Siempre me han gustado los lazos. Cuando era pequeña, le hacía unos lazos preciosos a mi hermana que se iba como una señorita con su lazada perfecta en lo alto del trasero. Adornaba los regalos con cintas de papel tan singulares como las personas a las que iban dirigidos. Llevaba el delantal atado con más gracia en todos los bailes de magos. Y así con cualquier cosa susceptible de ser adornada con dicho nudo. También me gustan los lazos de yema, en eso salí a mi abuelo Chano que se privaba cuando mi abuela los ponía de postre. Los de hojaldre me desconsuelan y me parecen aceptables los de miel que se han puesto de moda de unos años para acá.
Pero esto del lazo va mucho más allá. El que se forma cuando hay un vínculo con otras personas es el que da más de sí. Para empezar, brotamos enlazados a nuestras madres, contenidos en sus vientres, el súmmum de la unión. Vemos la luz ligados a una familia, el mejor de los apoyos en la mayoría de los casos, aunque a veces esas uniones no funcionan al ser por imposición.
En ocasiones, conoces a alguien sin saber que con el tiempo se va a unir a ti de alguna manera.

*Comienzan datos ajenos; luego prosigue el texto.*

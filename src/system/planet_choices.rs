//! What a person may choose of a planet's climate and tides, and what it means to physics.

use super::limits::{self, Limit};
use crate::physics::planet::climate::ice_line_model::EARTH_HEAT_TRANSPORT_W_M2_K;
use crate::physics::planet::{CarbonCycle, Tides, WaterWorld, WaterWorldAir};

/// A rocky planet with surface water whose climate answers to the star by an energy balance of every latitude.
#[derive(Clone, Copy, Debug, PartialEq)]
pub struct Water {
    /// What sets the carbon dioxide.
    pub carbon: Carbon,
    /// Water at the start, oceans of the Earth.
    pub water_oceans: f64,
    /// Tilt of the axis, degrees.
    pub obliquity_deg: f64,
    /// Heat carried by air and sea, W m⁻² K⁻¹.
    pub heat_transport_w_m2_k: f64,
    /// The planet starts frozen over where the starlight would allow either.
    pub starts_frozen: bool,
    /// Age of the star when the planet has its ocean, yr.
    pub ocean_after_yr: f64,
}

/// What sets the carbon dioxide of a planet with surface water.
#[derive(Clone, Copy, Debug, PartialEq)]
pub enum Carbon {
    /// Rocks and volcanoes hold a mean temperature as long as they can.
    Regulated {
        /// The mean surface temperature that is held, K.
        mean_k: f64,
    },
    /// The pressure stays.
    Held {
        /// Partial pressure, bar.
        carbon_dioxide_bar: f64,
    },
}

impl Carbon {
    /// Each kind with its usual value: the Earth's.
    pub const KINDS: [Self; 2] = [Self::Regulated { mean_k: 288.0 }, Self::Held { carbon_dioxide_bar: 2.8e-4 }];

    /// Stable machine name.
    #[must_use]
    pub fn key(self) -> &'static str {
        match self {
            Self::Regulated { .. } => "regulated",
            Self::Held { .. } => "held",
        }
    }

    /// The kind in words for people.
    #[must_use]
    pub fn name(self) -> &'static str {
        match self {
            Self::Regulated { .. } => "rocks regulate",
            Self::Held { .. } => "held fixed",
        }
    }
}

impl Default for Water {
    fn default() -> Self {
        let usual = WaterWorld::default();
        Self {
            carbon: Carbon::KINDS[0],
            water_oceans: usual.water_oceans,
            obliquity_deg: usual.air.obliquity_deg,
            heat_transport_w_m2_k: EARTH_HEAT_TRANSPORT_W_M2_K,
            starts_frozen: usual.starts_frozen,
            ocean_after_yr: usual.ocean_after_yr,
        }
    }
}

impl Water {
    /// Every number with its limit.
    #[must_use]
    pub fn inputs(&self) -> [(&'static Limit, f64); 5] {
        let carbon = match self.carbon {
            Carbon::Regulated { mean_k } => (&limits::REGULATED_MEAN, mean_k),
            Carbon::Held { carbon_dioxide_bar } => (&limits::CARBON_DIOXIDE, carbon_dioxide_bar),
        };
        [
            carbon,
            (&limits::WATER, self.water_oceans),
            (&limits::OBLIQUITY, self.obliquity_deg),
            (&limits::HEAT_TRANSPORT, self.heat_transport_w_m2_k),
            (&limits::OCEAN_AFTER, self.ocean_after_yr),
        ]
    }

    /// The planet as the climate model takes it.
    #[must_use]
    pub fn world(&self) -> WaterWorld {
        let usual = WaterWorldAir::default();
        let (carbon, carbon_dioxide_bar) = match self.carbon {
            Carbon::Regulated { mean_k } => (CarbonCycle::Regulated { mean_k }, usual.carbon_dioxide_bar),
            Carbon::Held { carbon_dioxide_bar } => (CarbonCycle::Held, carbon_dioxide_bar),
        };
        WaterWorld {
            air: WaterWorldAir {
                carbon_dioxide_bar,
                obliquity_deg: self.obliquity_deg,
                heat_transport_w_m2_k: self.heat_transport_w_m2_k,
            },
            carbon,
            water_oceans: self.water_oceans,
            starts_frozen: self.starts_frozen,
            ocean_after_yr: self.ocean_after_yr,
        }
    }
}

/// Whether tides change a planet's orbit.
#[derive(Clone, Copy, Debug, Default, PartialEq, Eq, Hash)]
pub enum TidesChoice {
    /// Tides act, with usual dissipation for the planet's mass.
    #[default]
    On,
    /// No tide acts.
    Off,
}

impl TidesChoice {
    /// Each choice.
    pub const ALL: [Self; 2] = [Self::On, Self::Off];

    /// The choice in words for people.
    #[must_use]
    pub fn name(self) -> &'static str {
        match self {
            Self::On => "act on the orbit",
            Self::Off => "left out",
        }
    }

    /// The tides of a planet of this mass.
    #[must_use]
    pub fn tides(self, planet_mass_mearth: f64) -> Tides {
        match self {
            Self::On => Tides::usual(planet_mass_mearth),
            Self::Off => Tides::off(),
        }
    }
}

#[cfg(test)]
mod tests {
    use super::*;

    #[test]
    fn the_usual_water_is_that_of_the_climate_model() {
        assert_eq!(Water::default().world(), WaterWorld::default());
        for (limit, value) in Water::default().inputs() {
            assert_eq!(limit.check(value), Ok(value), "{}", limit.key);
        }
    }

    #[test]
    fn every_limit_can_be_walked() {
        for at in [|limit: &Limit| limit.lowest, |limit: &Limit| limit.highest] {
            let water = Water {
                carbon: Carbon::Held { carbon_dioxide_bar: at(&limits::CARBON_DIOXIDE) },
                water_oceans: at(&limits::WATER),
                obliquity_deg: at(&limits::OBLIQUITY),
                heat_transport_w_m2_k: at(&limits::HEAT_TRANSPORT),
                starts_frozen: true,
                ocean_after_yr: at(&limits::OCEAN_AFTER),
            };
            assert_eq!(water.world().air.check(), Ok(()));
            let mean_k = at(&limits::REGULATED_MEAN);
            assert_eq!(CarbonCycle::Regulated { mean_k }.check(), Ok(()));
        }
    }
}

Es curioso como ocurren las cosas, dirías que jamás tendrás algo con este o con aquel y terminas siendo su mejor amiga o su pareja. También ocurre al revés. Y hay encuentros definitivos en los que tienes la certeza de que de ahí nacerá algo. Entrelazamos las manos cuando queremos demostrar un apego especial y los cuerpos cuando el afecto se convierte en deseo.

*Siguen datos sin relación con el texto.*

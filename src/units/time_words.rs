//! Spans of time as words, both ways: `7.6 Gyr`, `2 trillion years`, `3e12 yr`.
//!
//! A year is the Julian year of 365.25 days throughout.

use super::number_text::{USUAL_DIGITS, number, parse_number};
use thiserror::Error;

/// Unit names with their length in years, largest first; the first of each row is how we write it.
const UNITS: &[(f64, &[&str])] = &[
    (1e12, &["Tyr", "trillion years", "trillion yr", "trillion year", "trillion"]),
    (1e9, &["Gyr", "Ga", "billion years", "billion yr", "billion year", "billion"]),
    (1e6, &["Myr", "Ma", "million years", "million yr", "million year", "million"]),
    (1e3, &["kyr", "ka", "thousand years", "thousand yr", "thousand year", "thousand"]),
    (1.0, &["yr", "a", "years", "year", "y"]),
    (1.0 / 365.25, &["d", "days", "day"]),
    (1.0 / 8766.0, &["h", "hours", "hour"]),
];

/// How spans are written for people.
#[derive(Clone, Copy, Debug, Default, PartialEq, Eq)]
pub enum SpanStyle {
    /// `7.600 Gyr`.
    #[default]
    Symbols,
    /// `7.600 billion years`.
    Words,
}

/// Why a text is no span of time.
#[derive(Clone, Debug, Error, PartialEq, Eq)]
#[error("\"{text}\" is not a span of time; write a number and a unit, such as 7.6 Gyr, 2 trillion years or 3e12 yr")]
pub struct NotASpan {
    /// The text as it was given.
    pub text: String,
}

/// Writes a span with `digits` significant digits in its natural unit.
///
/// # Example
/// ```
/// use longember::units::time_words::{span, SpanStyle};
/// assert_eq!(span(7.6e9, 2, SpanStyle::Symbols), "7.6 Gyr");
/// assert_eq!(span(2e12, 1, SpanStyle::Words), "2 trillion years");
/// ```
#[must_use]
pub fn span(time_yr: f64, digits: usize, style: SpanStyle) -> String {
    if time_yr == 0.0 {
        return if style == SpanStyle::Symbols { "0 yr" } else { "0 years" }.to_owned();
    }
    // Half a unit in the last digit may carry into the next unit: 999.99 Myr at 4 digits is 1.000 Gyr.
    let rounded_yr = format!("{:.*e}", digits.clamp(1, 17) - 1, time_yr).parse::<f64>().unwrap_or(time_yr);
    let (length_yr, names) = UNITS
        .iter()
        .find(|(length_yr, _)| rounded_yr.abs() >= *length_yr * 0.999_999_999)
        .unwrap_or(&UNITS[UNITS.len() - 1]);
    let unit = match style {
        SpanStyle::Symbols => names[0],
        SpanStyle::Words if *length_yr < 1.0 => names[1],
        SpanStyle::Words if *length_yr == 1.0 => "years",
        SpanStyle::Words => names.iter().find(|name| name.ends_with("years")).unwrap_or(&names[0]),
    };
    format!("{} {unit}", number(time_yr / length_yr, digits))
}

/// Most digits that [`spans_apart`] uses: beyond them two dates count as one.
const MOST_DIGITS_APART: usize = 10;

/// Writes spans in order, each with the fewest digits (at least four) that tell it from its neighbours.
///
/// # Example
/// ```
/// use longember::units::time_words::{SpanStyle, spans_apart};
/// assert_eq!(spans_apart(&[1e9, 1.477_1e9, 1.477_2e9], SpanStyle::Symbols), ["1.000 Gyr", "1.4771 Gyr", "1.4772 Gyr"]);
/// ```
#[must_use]
pub fn spans_apart(times_yr: &[f64], style: SpanStyle) -> Vec<String> {
    (0..times_yr.len())
        .map(|index| {
            let time_yr = times_yr[index];
            let neighbours = [index.checked_sub(1).and_then(|before| times_yr.get(before)), times_yr.get(index + 1)];
            let others = || neighbours.into_iter().flatten().filter(|other_yr| **other_yr != time_yr);
            let is_apart = |digits: &usize| {
                let text = span(time_yr, *digits, style);
                others().all(|other_yr| span(*other_yr, *digits, style) != text)
            };
            let digits = (USUAL_DIGITS..MOST_DIGITS_APART).find(is_apart).unwrap_or(MOST_DIGITS_APART);
            span(time_yr, digits, style)
        })
        .collect()
}

/// Writes a span in symbols with the usual four digits.
#[must_use]
pub fn short_span(time_yr: f64) -> String {
    span(time_yr, 4, SpanStyle::Symbols)
}

/// Reads a span of time in years. A bare number means years.
///
/// # Errors
/// [`NotASpan`] when the text is not a number with a known unit.
///
/// # Example
/// ```
/// use longember::units::time_words::parse_span;
/// assert_eq!(parse_span("3e12 yr"), Ok(3e12));
/// assert_eq!(parse_span("2 trillion years"), Ok(2e12));
/// assert_eq!(parse_span("4.57Gyr"), Ok(4.57e9));
/// ```
pub fn parse_span(text: &str) -> Result<f64, NotASpan> {
    let trimmed = text.trim();
    let unknown = || NotASpan { text: trimmed.chars().take(60).collect() };
    // Symbols come first and with their case, so that "Ma" and "ma" stay apart.
    for (length_yr, names) in UNITS {
        for name in *names {
            let number_part = if name.len() <= 3 { trimmed.strip_suffix(name) } else { strip_word(trimmed, name) };
            if let Some(value) = number_part.and_then(parse_number) {
                return Ok(value * length_yr)
                    .and_then(|span_yr: f64| if span_yr.is_finite() { Ok(span_yr) } else { Err(unknown()) });
            }
        }
    }
    parse_number(trimmed).ok_or_else(unknown)
}

/// Removes a unit word from the end, whatever its case and however many spaces it was typed with.
fn strip_word<'a>(text: &'a str, word: &str) -> Option<&'a str> {
    let mut rest = text;
    for part in word.rsplit(' ') {
        let trimmed = rest.trim_end();
        let cut = trimmed.len().checked_sub(part.len())?;
        if !trimmed.is_char_boundary(cut) || !trimmed[cut..].eq_ignore_ascii_case(part) {
            return None;
        }
        rest = &trimmed[..cut];
    }
    Some(rest)
}

#[cfg(test)]
mod tests {
    use super::*;

    #[test]
    fn every_unit_is_read_in_every_spelling() {
        for (length_yr, names) in UNITS {
            for name in *names {
                let read_yr = parse_span(&format!("2.5 {name}")).expect("unit is known");
                assert!((read_yr / (2.5 * length_yr) - 1.0).abs() < 1e-12, "{name}");
            }
        }
        assert_eq!(parse_span("12 000 years"), Ok(12_000.0));
        assert_eq!(parse_span("1.5 Billion  Years"), Ok(1.5e9));
        assert_eq!(parse_span("-3 Gyr"), Ok(-3e9));
    }

    #[test]
    fn nonsense_is_refused_with_an_example() {
        for text in ["", "soon", "7 parsecs", "Gyr", "1e400 yr", "4,5 Gyr"] {
            let error = parse_span(text).expect_err("nonsense");
            assert!(error.to_string().contains("7.6 Gyr"), "{error}");
        }
    }

    #[test]
    fn rounding_carries_into_the_next_unit() {
        assert_eq!(short_span(999.999e6), "1.000 Gyr");
        assert_eq!(short_span(4.57e9), "4.570 Gyr");
        assert_eq!(short_span(0.5), "182.6 d");
        assert_eq!(span(1.2e12, 2, SpanStyle::Words), "1.2 trillion years");
    }
}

Los lazos también se rompen. A veces sientes que esta unión se convierte en una obligación, en una ligadura que forma parte de una trampa, en una red adhesiva imposible de quebrar y que no nos aporta nada. Es el momento de tirar del extremo y deshacer la lazada. Decidirse puede ser fácil o no, rápido o lento, definitivo o provisional, pero cuando por fin lo haces, en el instante en el que comprendes que es lo mejor que podía pasar para seguir adelante con tu vida, te sientes libre de ataduras estériles. Te sientes tranquila.